When creating a table on Redshift it's possible to specify (a) column(s) to use as sortkey(s). However, one can also set the sortkey to auto. For this case, Redshift comes with "automatic table optimizations". It looks at queries on the table and decides which sortkey(s) might be appropriate (e.g. a lot of queries select on the date column, so this is then used for sorting). Now, even after reading a lot in the docs and other resources, a simple question remains open: How can I tell, which sortkey Redshift currently uses for my query when auto mode is set on the table?
What I've tried:
Looking at SVV_ALTER_TABLE_RECOMMENDATIONS
. However, this is empty, because any of the changes RS potentially did to that table are long ago (the specific table I'm looking at is not new). Also pg_table_def
doesn't help, as it only indicates the sort columns that are manually specified as such. In SVV_TABLE_INFO
I can only see that my table is set to AUTO(SORTKEY)
, which I already know.
The only alternative I could think of, is to run some test queries using a specific column in the where clause. Then, trying to figure out if the number of scanned lines changes (or maybe compare query time?). But I struggle with this.
First, I'm not sure where to find that information. I thought SVL_QUERY_METRICS_SUMMARY
may help, as there is a scan_row_count
column. But the docs say:
The number of rows in a scan step. The row count is the total number of rows emitted before filtering rows marked for deletion (ghost rows) and before applying user-defined query filters.
So it seems that it doesn't take the query filter into account.
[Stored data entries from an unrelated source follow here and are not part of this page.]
using RiskWorker.Domain.Instruments;

namespace RiskWorker.Engine.Tests.Ageing;

/// <summary>Bonds, floaters and swaps that pay or are fixed inside a horizon; one flat rate moves.</summary>
public sealed class AgedFlowTests
{
    private const int Horizon = 10;
    private static readonly DateOnly s_end = AgedMarket.Close(Horizon);

    // Without volatility only time passes: value then, less value now, plus the coupon in between (the formulas of a bond, worked here).
    [Theory]
    [InlineData(4)]
    [InlineData(10)]
    public void Bond_without_volatility_earns_its_carry(int day)
    {
        var paid = AgedMarket.Close(day);
        var bond = AgedKinds.Bond(paid.AddYears(-2), paid.AddYears(2));
        var book = new AgedMarket { Volatility = 0 }.Holding(bond).Compile(Horizon);
        var coupon = 100 * 0.04 * Days(paid.AddYears(-1), paid) / 365;
        var later = Worth(s_end);
        Assert.All(book.Losses(50)[book.RowOf("BOND", Horizon)], loss => Assert.Equal(-(later + coupon - Worth(AgedMarket.AsOf)), loss, 1e-12));

        double Worth(DateOnly date)
        {
            double Discounted(DateOnly due, double amount) => due > date ? amount * Math.Exp(-AgedMarket.R0 * Days(date, due) / 365) : 0;
            return Discounted(paid, coupon) + Discounted(paid.AddYears(1), 100 * 0.04 * Days(paid, paid.AddYears(1)) / 365)
                + Discounted(paid.AddYears(2), 100 + (100 * 0.04 * Days(paid.AddYears(1), paid.AddYears(2)) / 365));
        }
    }

    [Fact]
    public void Bond_that_matures_inside_is_cash_afterwards_whatever_rates_do()
    {
        var maturity = AgedMarket.Close(3);
        var book = new AgedMarket().Holding(AgedKinds.Bond(maturity.AddYears(-1), maturity)).Compile(Horizon);
        var today = 104 * Math.Exp(-AgedMarket.R0 * Days(AgedMarket.AsOf, maturity) / 365);
        Assert.All(book.Losses(200)[book.RowOf("BOND", Horizon)], loss => Assert.Equal(today - 104, loss, 1e-12));
    }

    // A weekend's coupon is paid on its own date: the one after a Friday's horizon is still to come.
    [Fact]
    public void Coupon_of_the_weekend_after_the_horizon_is_still_alive()
    {
        var bond = AgedKinds.Bond(s_end.AddDays(1).AddYears(-1), s_end.AddDays(1));
        var book = new AgedMarket().Holding(bond).Showing("R", Horizon).Compile(Horizon);
        var losses = book.Losses(100);
        var rates = AgedMarket.Levels(book, losses, "R", Horizon, Horizon);
        for (var i = 0; i < rates.Length; i++)
            Assert.Equal(Rebound.Value(bond, AgedMarket.AsOf, 100) - (104 * Math.Exp(-rates[i] / 365)), losses[book.RowOf("BOND", Horizon)][i], 1e-11);
    }

    // A floater is worth par the moment its coupon has been paid and its next one fixed.
    [Fact]
    public void Floater_is_worth_par_on_the_day_of_its_reset()
    {
        var floater = AgedKinds.Floater(s_end.AddYears(-1), s_end.AddYears(2), 2);
        var book = new AgedMarket().Holding(floater).Compile(Horizon);
        var coupon = 100 * 0.025 * Days(s_end.AddMonths(-6), s_end) / 365;
        var expected = Rebound.Value(floater, AgedMarket.AsOf, 100) - 100 - coupon;
        Assert.All(book.Losses(300)[book.RowOf("FLOATER", Horizon)], loss => Assert.Equal(expected, loss, 1e-11));
    }

    // Fixed on day 4 at that day's rate, valued on day 10 at the rate then: 100 e^(r4 τ) e^(-r10 (T - 10 days)).
    [Fact]
    public void Floater_fixed_inside_grows_at_the_rate_of_its_day_and_is_discounted_at_the_end()
    {
        var reset = AgedMarket.Close(4);
        var floater = AgedKinds.Floater(reset.AddMonths(-6), reset.AddMonths(6), 2, spread: 0.002);
        var book = new AgedMarket().Holding(floater).Showing("R", 4, Horizon).Compile(Horizon);
        var losses = book.Losses(300);
        var (then, end) = (AgedMarket.Levels(book, losses, "R", 4, Horizon), AgedMarket.Levels(book, losses, "R", Horizon, Horizon));
        var (last, tau, rest) = (100 * (0.025 + 0.002) * Days(reset.AddMonths(-6), reset) / 365, Days(reset, reset.AddMonths(6)) / 365, Days(s_end, reset.AddMonths(6)) / 365);
        for (var i = 0; i < then.Length; i++)
        {
            var value = ((100 * Math.Exp(then[i] * tau)) + (100 * 0.002 * tau)) * Math.Exp(-end[i] * rest);
            Assert.Equal(Rebound.Value(floater, AgedMarket.AsOf, 100) - value - last, losses[book.RowOf("FLOATER", Horizon)][i], 1e-10);
        }
    }

    // Forty days hold a month that is fixed and paid inside.
    [Fact]
    public void Coupon_fixed_and_paid_inside_is_cash_at_the_rate_of_its_fixing()
    {
        const int Long = 40;
        var reset = AgedMarket.Close(5);
        var floater = AgedKinds.Floater(reset.AddMonths(-1), reset.AddMonths(1), 12);
        var book = new AgedMarket().Holding(floater).Showing("R", 5).Compile(Long);
        var losses = book.Losses(300);
        var rates = AgedMarket.Levels(book, losses, "R", 5, Long);
        var (last, tau) = (100 * 0.025 * Days(reset.AddMonths(-1), reset) / 365, Days(reset, reset.AddMonths(1)) / 365);
        for (var i = 0; i < rates.Length; i++)
            Assert.Equal(Rebound.Value(floater, AgedMarket.AsOf, 100) - (100 * Math.Exp(rates[i] * tau)) - last, losses[book.RowOf("FLOATER", Long)][i], 1e-10);
    }

    // Over a weekend the reset sees Friday's close, today's: its rate is known.
    [Fact]
    public void Floater_fixed_on_the_weekend_after_the_as_of_date_takes_todays_rate()
    {
        var reset = AgedMarket.AsOf.AddDays(2);
        var floater = AgedKinds.Floater(reset.AddMonths(-6), reset.AddMonths(6), 2);
        var book = new AgedMarket().Holding(floater).Showing("R", Horizon).Compile(Horizon);
        var losses = book.Losses(100);
        var rates = AgedMarket.Levels(book, losses, "R", Horizon, Horizon);
        var (last, tau, rest) = (100 * 0.025 * Days(reset.AddMonths(-6), reset) / 365, Days(reset, reset.AddMonths(6)) / 365, Days(s_end, reset.AddMonths(6)) / 365);
        for (var i = 0; i < rates.Length; i++)
            Assert.Equal(Rebound.Value(floater, AgedMarket.AsOf, 100) - (100 * Math.Exp((AgedMarket.R0 * tau) - (rates[i] * rest))) - last, losses[book.RowOf("FLOATER", Horizon)][i], 1e-10);
    }

    // Receiving fixed on a swap is holding the bond and owing the floater of the same dates, fixings and payments inside included.
    [Theory]
    [InlineData(4, ReceivedLeg.Fixed)]
    [InlineData(7, ReceivedLeg.Float)]
    public void Swap_is_bond_less_floater_in_every_scenario(int day, ReceivedLeg receive)
    {
        var (issue, maturity) = (AgedMarket.Close(day).AddYears(-1), AgedMarket.Close(day).AddYears(1));
        var (bond, floater) = (AgedKinds.Bond(issue, maturity), AgedKinds.Floater(issue, maturity, 2, spread: 0.001));
        var swap = new Swap(receive, bond.Leg, floater.Leg, issue, maturity, bond.Curve, 100) { Name = "SWAP", Currency = "EUR" };
        var book = new AgedMarket().Holding(bond, floater, swap).Compile(Horizon);
        var (losses, sign) = (book.Losses(500), receive == ReceivedLeg.Fixed ? 1 : -1);
        for (var i = 0; i < 500; i++)
            Assert.Equal(sign * (losses[book.RowOf("BOND", Horizon)][i] - losses[book.RowOf("FLOATER", Horizon)][i]), losses[book.RowOf("SWAP", Horizon)][i], 1e-11);
    }

    [Fact]
    public void Without_an_event_inside_a_bond_ages_to_its_value_at_the_end()
    {
        var bond = AgedKinds.Bond(AgedMarket.AsOf.AddMonths(-3), AgedMarket.AsOf.AddMonths(33));
        var book = new AgedMarket().Holding(bond).Showing("R", Horizon).Compile(Horizon);
        var losses = book.Losses(200);
        var rates = AgedMarket.Levels(book, losses, "R", Horizon, Horizon);
        for (var i = 0; i < rates.Length; i++)
            Assert.Equal(Rebound.Value(bond, AgedMarket.AsOf, 100) - Rebound.Value(bond, s_end, 100, rates[i]), losses[book.RowOf("BOND", Horizon)][i], 1e-11);
    }

    private static double Days(DateOnly from, DateOnly to) => to.DayNumber - from.DayNumber;
}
Second, even if this would work, one would need to test several columns and this exploratory approach seems inefficient.
Any other ideas?
One way to attack this is to look at the block metadata for the table and see what columns are in sort order. This assumes that the tables is sorted (vacuumed) and analyzed. STV_BLOCKLIST contains this data - see: https://docs.aws.amazon.com/redshift/latest/dg/r_STV_BLOCKLIST.html
Since this table is very detailed I recommend only looking at one slice and pivot the data so that each column's data is a column. You should see that only one column has non-overlapping max and min values for its metadata.
On a side note: While Redshift can do a fair job of picking a table sort key after some time running actual production queries, it won't fully optimize the table for your query load. It won't make stupid choices and it not a bad place to start if you have no usage info but it likely won't get the most out of your cluster.